BEGIN Data for processing

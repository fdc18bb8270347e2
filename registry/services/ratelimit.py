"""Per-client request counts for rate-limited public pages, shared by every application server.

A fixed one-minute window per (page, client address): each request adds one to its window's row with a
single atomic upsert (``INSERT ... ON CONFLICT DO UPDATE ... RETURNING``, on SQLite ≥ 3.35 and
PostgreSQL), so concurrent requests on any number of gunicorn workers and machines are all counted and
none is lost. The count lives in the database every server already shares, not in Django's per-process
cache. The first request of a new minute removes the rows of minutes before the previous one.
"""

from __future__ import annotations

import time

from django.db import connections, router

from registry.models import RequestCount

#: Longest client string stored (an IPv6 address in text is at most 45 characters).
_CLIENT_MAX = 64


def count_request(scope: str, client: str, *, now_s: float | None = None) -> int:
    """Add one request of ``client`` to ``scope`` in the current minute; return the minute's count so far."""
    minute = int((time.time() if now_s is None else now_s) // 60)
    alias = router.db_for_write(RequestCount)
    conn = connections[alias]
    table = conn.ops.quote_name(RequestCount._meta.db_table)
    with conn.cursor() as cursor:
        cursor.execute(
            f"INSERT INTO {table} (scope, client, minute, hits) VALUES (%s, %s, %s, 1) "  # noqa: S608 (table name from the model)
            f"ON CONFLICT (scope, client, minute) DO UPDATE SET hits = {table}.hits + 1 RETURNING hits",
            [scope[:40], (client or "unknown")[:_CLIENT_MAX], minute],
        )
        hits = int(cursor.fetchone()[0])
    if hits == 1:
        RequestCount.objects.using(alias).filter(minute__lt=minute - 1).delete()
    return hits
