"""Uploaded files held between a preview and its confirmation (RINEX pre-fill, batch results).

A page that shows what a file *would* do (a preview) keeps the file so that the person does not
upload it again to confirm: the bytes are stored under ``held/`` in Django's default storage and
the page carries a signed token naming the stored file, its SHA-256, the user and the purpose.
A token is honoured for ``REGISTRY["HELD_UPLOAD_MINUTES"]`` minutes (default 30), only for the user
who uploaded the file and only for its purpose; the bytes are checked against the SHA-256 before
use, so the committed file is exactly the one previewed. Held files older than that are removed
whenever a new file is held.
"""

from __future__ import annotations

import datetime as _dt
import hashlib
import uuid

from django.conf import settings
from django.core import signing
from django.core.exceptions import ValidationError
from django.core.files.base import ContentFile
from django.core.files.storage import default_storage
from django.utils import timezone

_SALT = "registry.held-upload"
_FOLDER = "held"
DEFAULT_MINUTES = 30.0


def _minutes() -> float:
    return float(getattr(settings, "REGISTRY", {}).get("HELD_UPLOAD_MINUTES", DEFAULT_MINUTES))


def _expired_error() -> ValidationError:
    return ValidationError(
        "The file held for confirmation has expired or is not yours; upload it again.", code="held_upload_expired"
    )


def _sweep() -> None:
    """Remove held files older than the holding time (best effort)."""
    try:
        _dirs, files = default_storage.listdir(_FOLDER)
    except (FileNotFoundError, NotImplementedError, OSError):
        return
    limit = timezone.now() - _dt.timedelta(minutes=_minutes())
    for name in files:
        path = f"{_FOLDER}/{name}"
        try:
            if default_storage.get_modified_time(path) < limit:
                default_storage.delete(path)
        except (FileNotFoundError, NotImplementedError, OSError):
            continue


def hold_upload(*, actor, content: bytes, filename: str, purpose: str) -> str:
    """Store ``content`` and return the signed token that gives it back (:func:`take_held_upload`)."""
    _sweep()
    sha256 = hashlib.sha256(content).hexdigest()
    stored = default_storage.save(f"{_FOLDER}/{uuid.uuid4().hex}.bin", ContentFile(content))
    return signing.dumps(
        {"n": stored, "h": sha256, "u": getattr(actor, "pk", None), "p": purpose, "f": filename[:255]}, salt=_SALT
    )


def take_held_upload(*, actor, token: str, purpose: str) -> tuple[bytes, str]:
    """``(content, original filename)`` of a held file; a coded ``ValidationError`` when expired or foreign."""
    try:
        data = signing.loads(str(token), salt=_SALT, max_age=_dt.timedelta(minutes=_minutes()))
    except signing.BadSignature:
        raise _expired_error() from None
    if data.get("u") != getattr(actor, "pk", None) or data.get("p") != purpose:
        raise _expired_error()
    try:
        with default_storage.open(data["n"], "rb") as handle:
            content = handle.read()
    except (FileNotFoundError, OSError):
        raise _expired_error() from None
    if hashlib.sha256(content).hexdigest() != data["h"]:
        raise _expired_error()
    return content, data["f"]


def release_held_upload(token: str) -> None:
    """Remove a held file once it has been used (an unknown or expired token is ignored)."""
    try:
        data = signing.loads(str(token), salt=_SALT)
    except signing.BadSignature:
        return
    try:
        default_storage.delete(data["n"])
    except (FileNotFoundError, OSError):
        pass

END Data for processing

* Exercise description:
Nothing should be changed: write out all of the data as is.

* The answer:
repository fdc18bb8270347e2
filename registry/services/ratelimit.py
"""Per-client request counts for rate-limited public pages, shared by every application server.

A fixed one-minute window per (page, client address): each request adds one to its window's row with a
single atomic upsert (``INSERT ... ON CONFLICT DO UPDATE ... RETURNING``, on SQLite ≥ 3.35 and
PostgreSQL), so concurrent requests on any number of gunicorn workers and machines are all counted and
none is lost. The count lives in the database every server already shares, not in Django's per-process
cache. The first request of a new minute removes the rows of minutes before the previous one.
"""

from __future__ import annotations

import time

from django.db import connections, router

from registry.models import RequestCount

#: Longest client string stored (an IPv6 address in text is at most 45 characters).
_CLIENT_MAX = 64


def count_request(scope: str, client: str, *, now_s: float | None = None) -> int:
    """Add one request of ``client`` to ``scope`` in the current minute; return the minute's count so far."""
    minute = int((time.time() if now_s is None else now_s) // 60)
    alias = router.db_for_write(RequestCount)
    conn = connections[alias]
    table = conn.ops.quote_name(RequestCount._meta.db_table)
    with conn.cursor() as cursor:
        cursor.execute(
            f"INSERT INTO {table} (scope, client, minute, hits) VALUES (%s, %s, %s, 1) "  # noqa: S608 (table name from the model)
            f"ON CONFLICT (scope, client, minute) DO UPDATE SET hits = {table}.hits + 1 RETURNING hits",
            [scope[:40], (client or "unknown")[:_CLIENT_MAX], minute],
        )
        hits = int(cursor.fetchone()[0])
    if hits == 1:
        RequestCount.objects.using(alias).filter(minute__lt=minute - 1).delete()
    return hits
"""Uploaded files held between a preview and its confirmation (RINEX pre-fill, batch results).

A page that shows what a file *would* do (a preview) keeps the file so that the person does not
upload it again to confirm: the bytes are stored under ``held/`` in Django's default storage and
the page carries a signed token naming the stored file, its SHA-256, the user and the purpose.
A token is honoured for ``REGISTRY["HELD_UPLOAD_MINUTES"]`` minutes (default 30), only for the user
who uploaded the file and only for its purpose; the bytes are checked against the SHA-256 before
use, so the committed file is exactly the one previewed. Held files older than that are removed
whenever a new file is held.
"""

from __future__ import annotations

import datetime as _dt
import hashlib
import uuid

from django.conf import settings
from django.core import signing
from django.core.exceptions import ValidationError
from django.core.files.base import ContentFile
from django.core.files.storage import default_storage
from django.utils import timezone

_SALT = "registry.held-upload"
_FOLDER = "held"
DEFAULT_MINUTES = 30.0


def _minutes() -> float:
    return float(getattr(settings, "REGISTRY", {}).get("HELD_UPLOAD_MINUTES", DEFAULT_MINUTES))


def _expired_error() -> ValidationError:
    return ValidationError(
        "The file held for confirmation has expired or is not yours; upload it again.", code="held_upload_expired"
    )


def _sweep() -> None:
    """Remove held files older than the holding time (best effort)."""
    try:
        _dirs, files = default_storage.listdir(_FOLDER)
    except (FileNotFoundError, NotImplementedError, OSError):
        return
    limit = timezone.now() - _dt.timedelta(minutes=_minutes())
    for name in files:
        path = f"{_FOLDER}/{name}"
        try:
            if default_storage.get_modified_time(path) < limit:
                default_storage.delete(path)
        except (FileNotFoundError, NotImplementedError, OSError):
            continue


def hold_upload(*, actor, content: bytes, filename: str, purpose: str) -> str:
    """Store ``content`` and return the signed token that gives it back (:func:`take_held_upload`)."""
    _sweep()
    sha256 = hashlib.sha256(content).hexdigest()
    stored = default_storage.save(f"{_FOLDER}/{uuid.uuid4().hex}.bin", ContentFile(content))
    return signing.dumps(
        {"n": stored, "h": sha256, "u": getattr(actor, "pk", None), "p": purpose, "f": filename[:255]}, salt=_SALT
    )


def take_held_upload(*, actor, token: str, purpose: str) -> tuple[bytes, str]:
    """``(content, original filename)`` of a held file; a coded ``ValidationError`` when expired or foreign."""
    try:
        data = signing.loads(str(token), salt=_SALT, max_age=_dt.timedelta(minutes=_minutes()))
    except signing.BadSignature:
        raise _expired_error() from None
    if data.get("u") != getattr(actor, "pk", None) or data.get("p") != purpose:
        raise _expired_error()
    try:
        with default_storage.open(data["n"], "rb") as handle:
            content = handle.read()
    except (FileNotFoundError, OSError):
        raise _expired_error() from None
    if hashlib.sha256(content).hexdigest() != data["h"]:
        raise _expired_error()
    return content, data["f"]


def release_held_upload(token: str) -> None:
    """Remove a held file once it has been used (an unknown or expired token is ignored)."""
    try:
        data = signing.loads(str(token), salt=_SALT)
    except signing.BadSignature:
        return
    try:
        default_storage.delete(data["n"])
    except (FileNotFoundError, OSError):
        pass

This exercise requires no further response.